All of these ideas, and more, float through your mind as you reach the outskirts of the village and begin the climb toward the next pass high above. The narrow cobblestone street gives way to even narrower asphalt. Massive stone walls provide the platform for switchbacks as you ascend the steep mountainside bordering the valley where the villages are built. At times you drive near the rocky channel that delivers the snow melt runoff to the valley. The forest is dense. You can only see a short distance to the next corner. Suddenly a large truck appears and you move as far as you dare to the outside and hope that your mirrors don’t hit and that you don’t tumble down the slope. They don’t seem to be phased by the squeeze and don’t slow down. The driver in the car behind you is impatient and passes at the first opportunity and then disappears around the next corner. Now you can slow down and hug against the bank around the corner hoping not to meet another truck.
The sky above is filling with afternoon clouds. The autumn sun is low.
After dozens of corners you have climbed out of the valley, but your arms are getting tired. The forest begins to thin and there are large meadows. Then the view opens even more as you near the summit. Large expanses of grass mark where the snowfields linger in the spring.
The singular rock walls and spires of the Dolomite Mountains tower above the landscape. They always seem like they are out of scale. They are too tall when they protrude that much above the huge forested mountain that you just drove up. They look almost artificial as if they were stretched in a digital image. But there they are.
If you are lucky the clouds will part and let the sun spotlight the white dolomitic walls. They are the real stars. The shaded forest and the dark swirling clouds frame the rock. You get glimpses of barely believable scenes as you drive near the summit.
You have to keep your eyes on the switchbacks. You have to look at the mountains.
You look back at the road just in time to swerve to the right as a motorcyclist leaning in around the corner screams by. Then six of his buddies zip by winding through the gears keeping their compression high and the adrenalin flowing. Bright colors on the tanks and on their suits leave a vivid memory, but they are gone and the sound slowly fades.
It is a relief to pull over. There is another scene that must be photographed. How can you depict such a spectacle? A short walk into the forest provides the vantage point you want, but the light is not good. The clouds are swirling around the rock. At times it is obscured completely. Eventually the clouds thin. And far to the west the clouds open and the sun shines through. The rock is almost too bright to look at. You photograph rapidly. Your time is short. Then the clouds close. Sometimes you get what you wanted, but often you don’t. You drive on. Oh, wait. Pullover. I have to get that. Repeat.
When you finally reach the pass you may find a small hotel, a café, a gift shop, and perhaps a cable car reaching up to the top of the rock. There are tour buses and lots of motorcycles parked while people take in the view. The names of the passes are intriguing: Passo Falzarego, Passo Campolongo, Passo Pordoi, Passo Sella, Passo Gardena, Passo San Pellegrino, Passo Cibiana, Passo Duran etc.

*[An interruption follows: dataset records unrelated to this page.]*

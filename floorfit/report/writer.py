"""The output folder of a site check, written so that a reader can trust what it finds.

Rule (also in docs/report.md): **a folder holds a complete report exactly when it holds
findings.json.** To keep that true:

1. Everything is rendered in memory first; a failure there writes nothing.
2. Then the old findings.json in the folder is deleted before anything else changes, and
   the other files of earlier floorfit runs after it, so files of two runs never mix.
3. Each file goes to a temporary file in the same folder (name starting
   ``.floorfit-partial-``), is flushed to disk, and is moved into place with
   :func:`os.replace` (atomic on one file system): no file is ever seen half-written.
4. findings.json is moved into place last. If anything fails before that, the files
   this run had already moved into place and all temporary files are removed, and the
   error is raised (an operating-system error as :class:`~floorfit.errors.InputError`).

findings.json is always written (it is the completion marker); ``formats`` chooses the
others. A folder that holds files floorfit did not write is refused unless
``force=True``; even then those other files are left alone (floorfit's own file names
are overwritten). The input drawing is never opened, and an output path that is the
input drawing is refused.
"""

from __future__ import annotations

import json
import os
import secrets
import zipfile
from collections.abc import Iterable
from pathlib import Path
from typing import Any

from floorfit.errors import InputError
from floorfit.report.progress import Progress
from floorfit.report.tables import CSV_COLUMNS, REPORT_FORMAT

__all__ = ["OUTPUT_FILES", "COMPLETION_MARKER", "PAPER_SIZES", "write_report", "floorfit_wrote"]

#: Format name → file name in the output folder.
OUTPUT_FILES: dict[str, str] = {
    "html": "report.html",
    "json": "findings.json",
    "csv": "findings.csv",
    "dxf": "overlay.dxf",
    "pdf": "report.pdf",
}
#: Written only for checks on building models (IFC): the findings as BCF 3.0 topics.
MODEL_FILES: dict[str, str] = {"bcf": "findings.bcf"}
#: Paper sizes of report.pdf (landscape pages).
PAPER_SIZES = ("a4", "letter", "a3")
#: Written beside findings.csv when the check looked at fleet traffic (passing places, single-lane stretches).
TRAFFIC_FILE = "traffic.csv"
#: The file whose presence means "this folder holds a complete report".
COMPLETION_MARKER = OUTPUT_FILES["json"]

_TMP_PREFIX = ".floorfit-partial-"
_HTML_SIGNATURE = b'<meta name="generator" content="floorfit'
_DXF_SIGNATURE = b"floorfit_overlay"
_PDF_SIGNATURE = b"floorfit-report"        # the PDF's Keywords entry (document information, at the end)
_SNIFF_BYTES = 256 * 1024


def _head(path: Path, size: int = _SNIFF_BYTES) -> bytes:
    try:
        with open(path, "rb") as fh:
            return fh.read(size)
    except OSError:
        return b""


def floorfit_wrote(path: str | os.PathLike) -> bool:
    """True when ``path`` is an output file floorfit wrote (judged by its name and content)
    or a temporary file left by an interrupted floorfit run."""
    path = Path(path)
    name = path.name
    if name.startswith(_TMP_PREFIX):
        return path.is_file()
    if not path.is_file():
        return False
    if name == OUTPUT_FILES["html"]:
        return _HTML_SIGNATURE in _head(path, 4096)
    if name == OUTPUT_FILES["json"]:
        try:
            with open(path, encoding="utf-8") as fh:
                return json.load(fh).get("format") == REPORT_FORMAT
        except (OSError, ValueError, AttributeError):
            return False
    if name == OUTPUT_FILES["csv"]:
        first = _head(path, 4096).decode("utf-8-sig", errors="replace").splitlines()[:1]
        return first == [",".join(CSV_COLUMNS)]
    if name == OUTPUT_FILES["dxf"]:
        return _DXF_SIGNATURE in _head(path)
    if name == MODEL_FILES["bcf"]:
        from floorfit.report.bcf import BCF_SIGNATURE
        try:
            with zipfile.ZipFile(path) as zf:
                return zf.comment == BCF_SIGNATURE
        except (OSError, zipfile.BadZipFile):
            return False
    if name == TRAFFIC_FILE:
        from floorfit.report.tables import TRAFFIC_CSV_COLUMNS

        first = _head(path, 4096).decode("utf-8-sig", errors="replace").splitlines()[:1]
        return first == [",".join(TRAFFIC_CSV_COLUMNS)]
    if name == OUTPUT_FILES["pdf"]:
        return _head(path, 5) == b"%PDF-" and _PDF_SIGNATURE in _tail(path)
    return False


def _tail(path: Path, size: int = 64 * 1024) -> bytes:
    try:
        with open(path, "rb") as fh:
            fh.seek(max(path.stat().st_size - size, 0))
            return fh.read(size)
    except OSError:
        return b""


def _file_name(fmt: str) -> str:
    return OUTPUT_FILES.get(fmt) or MODEL_FILES[fmt]


def _check_formats(formats: Iterable[str], out_dir: Path) -> list[str]:
    chosen = []
    for fmt in formats:
        if fmt not in OUTPUT_FILES:
            raise InputError(f"unknown report format {fmt!r}; choose from "
                             f"{', '.join(OUTPUT_FILES)}", str(out_dir), "formats")
        if fmt not in chosen:
            chosen.append(fmt)
    if "json" not in chosen:
        chosen.append("json")                 # the completion marker is always written
    return [f for f in OUTPUT_FILES if f in chosen]


def _check_folder(out_dir: Path, force: bool) -> list[Path]:
    """floorfit's own files already in ``out_dir`` (to be replaced); refuse foreign ones."""
    if out_dir.exists() and not out_dir.is_dir():
        raise InputError("the output path exists and is not a folder", str(out_dir))
    if not out_dir.exists():
        return []
    ours, foreign = [], []
    for entry in sorted(out_dir.iterdir()):
        (ours if floorfit_wrote(entry) else foreign).append(entry)
    if foreign and not force:
        names = ", ".join(p.name for p in foreign[:3]) + (" ..." if len(foreign) > 3 else "")
        raise InputError(f"the output folder holds files floorfit did not write ({names}); "
                         "choose another folder or force overwriting", str(out_dir))
    return ours


def _check_not_input(targets: Iterable[Path], source: Any, out_dir: Path) -> None:
    src = Path(str(source))
    if not src.exists():
        return
    for target in targets:
        if target.exists() and os.path.samefile(target, src):
            raise InputError("an output file would overwrite the input drawing",
                             str(out_dir), target.name)


def check_output_folder(out_dir: str | os.PathLike, *, force: bool = False, sources: Iterable[Any] = ()) -> None:
    """Raise the :class:`~floorfit.errors.InputError` :func:`write_report` would raise for
    ``out_dir`` (not a folder, files floorfit did not write without ``force``, a report file
    that is one of the input files ``sources``), so a command can refuse before computing."""
    out_dir = Path(out_dir)
    _check_folder(out_dir, force)
    targets = [out_dir / name for name in OUTPUT_FILES.values()]
    for source in sources:
        _check_not_input(targets, source, out_dir)


def _write_temp(folder: Path, name: str, data: bytes) -> Path:
    """``data`` in a new temporary file in ``folder``, flushed to disk (permissions per umask)."""
    tmp = folder / f"{_TMP_PREFIX}{name}.{secrets.token_hex(6)}"
    fd = os.open(tmp, os.O_WRONLY | os.O_CREAT | os.O_EXCL, 0o666)
    try:
        with os.fdopen(fd, "wb") as fh:
            fh.write(data)
            fh.flush()
            os.fsync(fh.fileno())
    except BaseException:
        tmp.unlink(missing_ok=True)
        raise
    return tmp


def _sync_folder(folder: Path) -> None:
    try:
        fd = os.open(folder, os.O_RDONLY)
    except OSError:
        return
    try:
        os.fsync(fd)
    except OSError:
        pass
    finally:
        os.close(fd)


def _render(result: Any, chosen: list[str], progress: Progress, project: Any = None,
            paper: str = "a4", workers: int | None = None) -> dict[str, bytes]:
    """The bytes of every chosen file. report.pdf is drawn in a second process while this one draws
    the others where ``workers`` (None: the usable cores) allows it (:mod:`floorfit.forking`);
    the bytes are the same either way."""
    # Imported here so that `import floorfit.report` stays light.
    from floorfit.report.figures import draw_report_figures  # noqa: F401  (loaded before the stages start)
    from floorfit.report.html import render_html  # noqa: F401
    from floorfit.report.overlay import overlay_dxf  # noqa: F401
    from floorfit.report.tables import findings_json

    contents: dict[str, bytes] = {}
    sheets = obstacles = layout = None
    pending = None
    if "html" in chosen or "pdf" in chosen:
        from floorfit.report.bounding_entities import sheet_obstacles
        from floorfit.report.pdf import page_layout
        from floorfit.report.sheets import build_sheets

        layout = page_layout(paper)
        obstacles = sheet_obstacles(result)
        sheets = build_sheets(result, viewport_mm=layout.viewport, obstacles=obstacles)
    try:
        if "pdf" in chosen:
            from floorfit.forking import start
            from floorfit.report.pdf import render_pdf

            pending = start(render_pdf, result, workers=workers, project=project, paper=paper, sheets=sheets,
                            obstacles=obstacles)
        if "html" in chosen:
            contents["html"] = _html(result, progress, sheets, layout, obstacles)
        if pending is not None and not pending.apart:
            progress.stage("drawing report.pdf")        # drawn here, in its usual place
            contents["pdf"] = pending.result()
        contents.update(_tables_and_overlay(result, chosen, progress))
        if pending is not None and "pdf" not in contents:
            progress.stage("drawing report.pdf (second process)")
            contents["pdf"] = pending.result()
    finally:
        if pending is not None:
            pending.cancel()
    progress.stage("writing findings.json")
    contents["json"] = findings_json(result, [_file_name(f) for f in chosen]
                                     + ([TRAFFIC_FILE] if "traffic" in contents else []))
    return contents


def _html(result: Any, progress: Progress, sheets: Any, layout: Any, obstacles: Any) -> bytes:
    """report.html: the figures, the sheets' close-ups, the page."""
    from floorfit.report.figures import draw_report_figures
    from floorfit.report.html import render_html
    from floorfit.report.sheets_html import closeup_images

    progress.stage("drawing figures")
    images = draw_report_figures(result)
    images += closeup_images(result, sheets, layout.viewport, obstacles)
    progress.stage("composing report.html")
    return render_html(result, images, sheets=sheets, sheet_viewport_mm=layout.viewport).encode("utf-8")


def _tables_and_overlay(result: Any, chosen: list[str], progress: Progress) -> dict[str, bytes]:
    """findings.csv (and traffic.csv), overlay.dxf and findings.bcf, as chosen."""
    out: dict[str, bytes] = {}
    if "csv" in chosen:
        from floorfit.report.tables import findings_csv

        progress.stage("tabulating findings.csv")
        out["csv"] = findings_csv(result)
        if getattr(result, "traffic", None) is not None:
            from floorfit.report.tables import traffic_csv

            out["traffic"] = traffic_csv(result)
    if "dxf" in chosen:
        from floorfit.report.overlay import overlay_dxf

        progress.stage("drawing overlay.dxf")
        out["dxf"] = overlay_dxf(result)
    if "bcf" in chosen:
        from floorfit.report.bcf import findings_bcf

        progress.stage("writing findings.bcf")
        out["bcf"] = findings_bcf(result)
    return out


def write_report(result: Any, out_dir: str | os.PathLike, *, force: bool = False,
                 formats: Iterable[str] = ("html", "json", "csv", "dxf", "pdf"),
                 quiet: bool = False, project: Any = None, paper: str = "a4",
                 workers: int | None = None) -> dict[str, Path]:
    """Write the report files of ``result`` (a :class:`~floorfit.analysis.findings.CheckResult`)
    into ``out_dir`` and return ``{format: path}`` of the files written.

    Parameters
    ----------
    result : CheckResult
        A finished site check (see docs/report.md for the attributes used).
    out_dir : path
        The output folder; created if missing. A folder holding files floorfit did not
        write raises :class:`~floorfit.errors.InputError` unless ``force``.
    force : bool
        Write into a folder that holds other files (they are left alone).
    formats : iterable of str
        Any of ``"html"``, ``"json"``, ``"csv"``, ``"dxf"``, ``"pdf"``; ``"json"`` is always added.
    quiet : bool
        No progress output on standard error.
    project : ProjectInfo or mapping, optional
        Project fields for the PDF's cover and title blocks (:mod:`floorfit.report.project`).
    paper : str
        ``"a4"`` (default), ``"letter"`` or ``"a3"``: the PDF's paper, printed landscape.
    workers : int, optional
        Processes for drawing: with 2 or more (default: the usable cores) report.pdf is drawn in a
        second process while this one draws the other files; 1 draws everything here. The files
        are the same either way.
    """
    out_dir = Path(out_dir)
    chosen = _check_formats((formats,) if isinstance(formats, str) else formats, out_dir)
    if str(paper).lower() not in PAPER_SIZES:
        raise InputError(f"unknown paper {paper!r}; choose from {', '.join(PAPER_SIZES)}", str(out_dir), "paper")
    paper = str(paper).lower()
    from floorfit.report.bcf import is_model_plan
    if is_model_plan(result.plan) and "bcf" not in chosen:     # findings back into the model viewer
        chosen.append("bcf")
    old_ours = _check_folder(out_dir, force)
    targets = {fmt: out_dir / _file_name(fmt) for fmt in chosen}
    if "csv" in chosen and getattr(result, "traffic", None) is not None:
        targets["traffic"] = out_dir / TRAFFIC_FILE      # fleet traffic table, beside findings.csv
    _check_not_input(targets.values(), result.plan.source, out_dir)

    progress = Progress(total_stages=len(chosen) + (1 if "html" in chosen else 0) + 1, quiet=quiet)
    from floorfit.report.project import ProjectInfo

    if project is not None and not isinstance(project, ProjectInfo):
        project = ProjectInfo.from_mapping(project)
    contents = _render(result, chosen, progress, project, paper, workers)

    progress.stage(f"saving to {out_dir}")
    temps: dict[str, Path] = {}
    placed: list[Path] = []
    order = [f for f in targets if f != "json"] + ["json"]
    try:
        out_dir.mkdir(parents=True, exist_ok=True)
        (out_dir / COMPLETION_MARKER).unlink(missing_ok=True)   # folder now marked incomplete
        for path in old_ours:                                   # earlier runs' files go
            path.unlink(missing_ok=True)
        for fmt in order:
            temps[fmt] = _write_temp(out_dir, targets[fmt].name, contents[fmt])
        for fmt in order:
            os.replace(temps[fmt], targets[fmt])
            del temps[fmt]
            placed.append(targets[fmt])
    except BaseException as exc:
        for tmp in temps.values():
            tmp.unlink(missing_ok=True)
        for path in placed:
            path.unlink(missing_ok=True)
        if isinstance(exc, OSError):
            reason = exc.strerror or str(exc)
            raise InputError(f"cannot write the report: {reason}", str(out_dir)) from exc
        raise
    _sync_folder(out_dir)
    progress.done(f"report written to {out_dir}")
    return dict(targets)
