def _cell(ax: Any, x: float, y: float, w: float, h: float, label: str, value: str, big: bool = False) -> None:
    add_polygon_patch(ax, Rectangle((x, y), w, h, facecolor="none", edgecolor=_INK, linewidth=0.4))
    ax.text(x + 1.2, y + h - 1.6, label.upper(), fontsize=4.6, color=_MUTED, va="top", ha="left",
            parse_math=False)
    size = 11.0 if big else 6.6
    ax.text(x + 1.2, y + (h / 2 - 1.4 if big else 1.8), _fit(value or "—", w - 2.4, size), fontsize=size,
            color=_INK, va="bottom", ha="left", fontweight="bold" if big else "normal", parse_math=False)


def _wrapped(ax: Any, x: float, y: float, width_mm: float, text: str, size: float = 7.2, colour: str = _INK,
             bold: bool = False, gap: float = 1.32) -> float:
    """Draw ``text`` wrapped to ``width_mm`` from the top at ``y`` (one text object); return the y below it."""
    chars = max(int(width_mm / (size * 0.178)), 10)
    line_h = size * 0.3528 * gap
    lines = textwrap.wrap(plain_text(text), chars) or [""]
    ax.text(x, y, "\n".join(lines), fontsize=size, color=colour, va="top", ha="left", linespacing=gap,
            fontweight="bold" if bold else "normal", parse_math=False)
    return y - line_h * len(lines)


def _heading(ax: Any, x: float, y: float, text: str, width: float) -> float:
    ax.text(x, y, text.upper(), fontsize=6.2, color=_MUTED, va="top", ha="left", fontweight="bold",
            parse_math=False)
    ax.plot([x, x + width], [y - 3.0, y - 3.0], color=_RULE, linewidth=0.4)
    return y - 4.4


# -- cover ---------------------------------------------------------------------------------------------
def _cover(result: Any, layout: PageLayout, tb: TitleBlock, sheets: Sequence[Sheet], pages: int) -> Figure:
    fig, ax = _page(layout)
    project = tb.project
    title = project.name or f"{result.vehicle.name} in {tb.drawing}"
    kicker = "floorfit · vehicle fit report" + (f" · revision {project.revision}" if project.revision else "")
    _header(ax, layout, kicker, _fit(title, layout.width - 2 * layout.margin - 8, 12.5))
    m = layout.margin
    px = layout.width - m - layout.panel
    y = layout.content_top
    passed = bool(result.passed)
    add_polygon_patch(ax, Rectangle((px, y - 16), layout.panel, 16, facecolor="#e3f3ee" if passed else "#fbe9e3",
                                    edgecolor=_OK if passed else _BAD, linewidth=0.8))
    add_polygon_patch(ax, Rectangle((px, y - 16), 2.2, 16, facecolor=_OK if passed else _BAD, edgecolor="none"))
    ax.text(px + 5, y - 5.2, "PASSES" if passed else "DOES NOT PASS", fontsize=15, fontweight="bold",
            color=_OK if passed else _BAD, va="center", ha="left")
    pairs = unreachable_pairs(result)
    n_st = len(station_names(result))
    line = (f"{n_st} stations; {len(pairs)} station connection{'s' if len(pairs) != 1 else ''} cannot be driven"
            if n_st else "no stations given")
    ax.text(px + 5, y - 11.8, _fit(line, layout.panel - 8, 7.5), fontsize=7.5, color=_INK, va="center",
            ha="left", parse_math=False)
    y -= 20
    counts = {k: 0 for k in FINDING_KINDS}
    for f in result.findings:
        counts[f.kind] = counts.get(f.kind, 0) + 1
    y = _heading(ax, px, y, "findings by kind", layout.panel)
    for k, n in counts.items():
        st = kind_style(k)
        ax.plot([px + 2], [y - 1.4], marker=st.marker, markersize=5.5, color=st.colour, linestyle="none")
        ax.text(px + 5, y, f"{n}  {st.title.lower()}", fontsize=7.4, va="top", ha="left", color=_INK)
        y -= 3.7
    y -= 2
    y = _heading(ax, px, y, "sheets", layout.panel)
    shown = 0
    limit = max(int((y - layout.content_bottom - 22) / 3.4), 3)
    for sh in sheets:
        if shown >= limit:
            ax.text(px, y, f"… and {len(sheets) - shown} more finding sheets", fontsize=6.8, va="top", color=_MUTED)
            y -= 3.4
            break
        f = sh.finding
        st = kind_style(f.kind)
        where = f.label or f"({f.x:.1f}, {f.y:.1f}) m"
        text = f"{sh.number}  {st.title} ({f.cause}) · {where}"
        if f.clear_width_m is not None:
            text += f" · clear {f.clear_width_m:.2f} m"
        ax.text(px, y, _fit(text, layout.panel - 14, 6.8), fontsize=6.8, va="top", color=_INK, parse_math=False)
        ax.text(px + layout.panel, y, f"sheet {sh.number + 1}", fontsize=6.8, va="top", ha="right", color=_MUTED)
        y -= 3.4
        shown += 1
    if not sheets:
        ax.text(px, y, "No findings.", fontsize=7, va="top", color=_INK)
        y -= 3.4
    y -= 2
    y = _heading(ax, px, y, "project", layout.panel)
    for label, value in (("client", project.client), ("project no.", project.number),
                         ("prepared by", project.prepared_by), ("date", project.dated)):
        ax.text(px, y, f"{label}: {value or '—'}", fontsize=6.8, va="top", color=_INK, parse_math=False)
        y -= 3.3
    _key_plan(fig, result, layout)
    return fig


def _key_plan(fig: Figure, result: Any, layout: PageLayout) -> None:
    m = layout.margin
    w = layout.width - 2 * m - layout.panel - 6
    h = layout.content_top - layout.content_bottom - 4
    ax = _axes_mm(fig, layout, m, layout.content_bottom + 4, w, h)
    box = _view_box(result)
    # keep the plan's aspect inside the frame
    bw, bh = box[2] - box[0], box[3] - box[1]
    if bw / bh > w / h:
        extra = bw * h / w - bh
        box = (box[0], box[1] - extra / 2, box[2], box[3] + extra / 2)
    else:
        extra = bh * w / h - bw
        box = (box[0] - extra / 2, box[1], box[2] + extra / 2, box[3])
    ax.set_xlim(box[0], box[2])
    ax.set_ylim(box[1], box[3])
    ax.set_xticks([])
    ax.set_yticks([])
    for side in ax.spines.values():
        side.set_color(_RULE)
        side.set_linewidth(0.5)
    _draw_obstacles(ax, result.plan)
    _draw_finding_geometry(ax, result)
    _draw_stations(ax, result.stations, 0.04 * (box[2] - box[0]))
    _draw_finding_markers(ax, result)
    ax.text(0.01, 0.99, "KEY PLAN · findings numbered as their sheets · not to scale", transform=ax.transAxes,
            fontsize=6, color=_MUTED, va="top", ha="left")
    span = box[2] - box[0]
    length = next((v for v in (100, 50, 20, 10, 5, 2, 1) if v <= span / 5), 1)
    bx, by = box[0] + 0.02 * span, box[1] + 0.03 * (box[3] - box[1])
    ax.plot([bx, bx + length], [by, by], color=_INK, linewidth=1.6, solid_capstyle="butt")
    ax.text(bx + length / 2, by + 0.012 * (box[3] - box[1]), f"{length:g} m", fontsize=6, ha="center", va="bottom")


# -- finding sheets ------------------------------------------------------------------------------------
def _finding_sheet(result: Any, layout: PageLayout, tb: TitleBlock, sheet: Sheet, obstacles: Any) -> Figure:
    fig, ax = _page(layout)
    f = sheet.finding
    st = kind_style(f.kind)
    where = f.label or f"at ({f.x:.2f}, {f.y:.2f}) m"
    _header(ax, layout, f"finding sheet · {sheet.number} of {len(result.findings)} · {f.id}",
            _fit(f"{sheet.number}  {st.title} ({f.cause}) · {where}", layout.width - 2 * layout.margin - 8, 12.5),
            colour=_BAND)
    add_polygon_patch(ax, Rectangle((layout.margin, layout.height - layout.margin - layout.header), 3.0, layout.header,
                                    facecolor=st.colour, edgecolor="none"))
    m = layout.margin
    vw, vh = layout.viewport
    vy = layout.content_top - vh
    cax = _axes_mm(fig, layout, m, vy, vw, vh)
    draw_closeup(cax, result, sheet, (vw, vh), obstacles)
    scale_note = (f"Close-up at {sheet.scale_text} on {layout.paper.upper()} landscape: 1 m in the drawing is "
                  f"{1000 / sheet.scale:g} mm on this sheet when printed at 100 %."
                  + (" Cropped round the finding (its whole extent does not fit at 1:200)." if sheet.cropped else ""))
    ax.text(m, vy - 2.0, scale_note, fontsize=6.2, color=_MUTED, va="top", ha="left", parse_math=False)
    _panel(ax, result, layout, sheet)
    return fig


def _panel(ax: Any, result: Any, layout: PageLayout, sheet: Sheet) -> None:
    f = sheet.finding
    px = layout.width - layout.margin - layout.panel
    w = layout.panel
    y = layout.content_top
    y = _heading(ax, px, y, "finding", w)
    ax.text(px, y, f"Finding {sheet.number} ({f.id}) · {kind_style(f.kind).title.lower()} · cause {f.cause}",
            fontsize=7.6, va="top", fontweight="bold", color=_INK, parse_math=False)
    y -= 3.8
    y = _wrapped(ax, px, y, w, f"at ({f.x:.2f}, {f.y:.2f}) m in the drawing frame"
                 + (f", {f.label}" if f.label else ""), size=6.8, colour=_MUTED)
    y = _wrapped(ax, px, y - 0.6, w, f.summary, size=6.8)
    y -= 1.4
    if sheet.numbers:
        y = _heading(ax, px, y, "measured", w)
        labels = "\n".join(label for label, _ in sheet.numbers)
        values = "\n".join(value for _, value in sheet.numbers)
        ax.text(px, y, labels, fontsize=7.2, va="top", color=_MUTED, linespacing=1.32, parse_math=False)
        ax.text(px + 34, y, values, fontsize=7.2, va="top", color=_INK, fontweight="bold", linespacing=1.32,
                parse_math=False)
        y -= 7.2 * 0.3528 * 1.32 * len(sheet.numbers) + 1.0
    y = _heading(ax, px, y, "remedy", w)
    y = _wrapped(ax, px, y, w, sheet.remedy.text, size=7.0)
    circles = sheet.remedy.circles
    if len(circles) > 1:
        listed = ", ".join(f"({x:.2f}, {yy:.2f})" for x, yy, _ in circles[:8])
        more = f" and {len(circles) - 8} more" if len(circles) > 8 else ""
        y = _wrapped(ax, px, y, w, f"Circle centres (m): {listed}{more}.", size=6.6, colour=_MUTED)
    y -= 1.4
    y = _heading(ax, px, y, "bounded by", w)
    if sheet.bounds:
        for b in sheet.bounds[:4]:
            y = _wrapped(ax, px, y, w, b.text(), size=6.6)
    else:
        y = _wrapped(ax, px, y, w, "No bounding entity found near the place.", size=6.6, colour=_MUTED)
    y -= 1.4
    y = _heading(ax, px, y, "cuts off", w)
    cut = ", ".join(f.cuts_off) if f.cuts_off else "no station"
    pairs = sheet.pairs
    text = f"Stations: {cut}."
    if pairs:
        shown = "; ".join(f"{a} ↔ {b}" for a, b in pairs[:8])
        text += f" Station pairs not connected because of it: {shown}" + (
            f" and {len(pairs) - 8} more." if len(pairs) > 8 else ".")
    y = _wrapped(ax, px, y, w, text, size=6.8)
    if sheet.pose is not None:
        y -= 1.4
        y = _heading(ax, px, y, "vehicle shown", w)
        p = sheet.pose
        _wrapped(ax, px, y, w, f"{result.vehicle.name}: {p.note}; reference point ({p.x:.2f}, {p.y:.2f}) m, "
                 f"heading {p.heading_deg:.1f}°. Solid: outline; dotted: outline with its "
                 f"{float(getattr(result.vehicle, 'margin_m', 0.0)):.2f} m margin.", size=6.4, colour=_MUTED)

Each pass is integral to the history of the villages below. It can serve as the grazing grounds, the ski area, the tourist destination, the invasion point, or all of the above.
As you wind down the steep slopes on the other side the sequence is reversed. When you near the next valley small farms and inns begin to mark the outskirts of villages. The ancient traditions of these villages may not have been influenced by villages on the other side of the pass during the early centuries of history in each village. Languages may have been different also. Trade or war may have introduced their populations.
You pass through the village thinking about its history and start up the next pass.
What will you see on the other side of the mountain? It is an old question and even the theme of a children’s book .
In the Dolomite Mountains you are certain to be treated to an unexpected panorama of startling rock formations. On the other side of every mountain a new world of mountain history awaits. The views from the fabled passes make the climbs very worthwhile.
If you enjoy mountain scenery the Dolomite Mountains will make your dreams come true! You can view more photographs of the Dolomite Mountains in my Italy gallery by following the Photography link above.
As you plod through the tiny Berber village you can hear hypnotic north African rhythms floating over the arid, rocky mountainside. The insistent hand drumming pulses over the thumping base that you can feel. The catchy Arabic lyrics trade call and reply with a soaring string refrain and form an addictive repetitive hook. A flute completes the sound and your imagination drifts to a smokey nomadic tent surrounded by a vast desert.
Today I would like to take you to the High Atlas Mountains of Morocco. If you like places that feel ‘far away’ this is your kind of place.
By the way, this morning I made a quick scan of the origins of some of the people who visited this blog last week. I can only determine the city and country of the web host, but it is still interesting. They were from various places in the USA and from Russia, Sweden, Germany, Mexico, Australia, The Netherlands, England, Japan, Pakistan, and Ireland. I hope that you enjoy these brief travel escapes and I appreciate your interest!!
Now let’s walk along together through a tiny village at the base of a long mountain slope. The trail enters the village from below. It is only wide enough for mules to pass. Stone houses and their porches crowd against the trail from both sides. A few villagers sit on their steps as you pass. They do not want to be photographed, so you have to store these images in your head. Can you hear the north African rhythms in the background?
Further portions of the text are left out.